- Born: 1680
- Died: 17 September 1748 (aged 67–68)
- Occupation: Surgeon

= John Shipton (surgeon) =

English surgeon (1680–1748)

John Shipton (1680 – 17 September 1748) was an English surgeon.

==Biography==
Shipton was the son of James Shipton, a druggist, living in Hatton Garden. He was apprenticed on 2 February 1696 for seven years to William Pleahill, paying 20l. He served his time and was duly admitted to the freedom of the Barber-Surgeons' Company on 7 March 1703. He served the office of steward of anatomy in 1704, and on 1 June 1731 he was fined rather than serve as steward of the ladies' feast. He was elected an examiner in the company on 27 August 1734, and on 17 August 1738 he became a member of its court of assistants. He then paid a fine of 30l. to avoid serving the offices of warden and master, to which he would have been elected in due course. He lived for many years in Brooke Street, Holborn, where he enjoyed a lucrative practice.

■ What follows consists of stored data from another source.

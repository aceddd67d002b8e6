import { z } from 'zod'

export const topics = ['alerts', 'regions', 'files', 'jobs', 'feeds', 'letters'] as const
export type Topic = (typeof topics)[number]

const change = z.object({ topic: z.enum(topics), id: z.number().optional() })
export type Change = z.infer<typeof change>

export function readChange(data: string): Change | undefined {
  try {
    return change.parse(JSON.parse(data))
  } catch {
    return undefined
  }
}

/** Queries by the beginning of their key, or by all of it. */
export interface StaleQueries {
  queryKey: readonly (string | number)[]
  exact?: boolean
}

const all = (...words: string[]): StaleQueries[] => words.map((word) => ({ queryKey: [word] }))

/**
 * Which queries a change makes old. Of one region only its own and the lists it stands in; of a file all files, as one may
 * replace another, but no layer that was read before.
 */
export function staleQueries({ topic, id }: Change): StaleQueries[] {
  switch (topic) {
    case 'alerts': return all('alerts', 'today', 'regions')
    case 'regions':
      return id === undefined ? all('regions', 'today') : [{ queryKey: ['regions'], exact: true }, { queryKey: ['regions', id] }, ...all('today')]
    case 'files':
      return id === undefined
        ? all('files', 'layers', 'today')
        : [...all('files', 'today'), { queryKey: ['layers', 'list'] }, { queryKey: ['layers', 'days'] }]
    case 'feeds': return all('feeds', 'today')
    case 'jobs': return all('jobs')
    case 'letters': return all('letters')
  }
}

He was called into consultation by John Ranby (1703–1773), when Caroline, the queen of George II, was mortally ill of a strangulated hernia. He sided in this consultation with Ranby against Busier, who was in favour of an immediate operation. Lord Hervey says of him that he was ‘one of the most eminent and able of the whole profession.’ He died on 17 September 1748.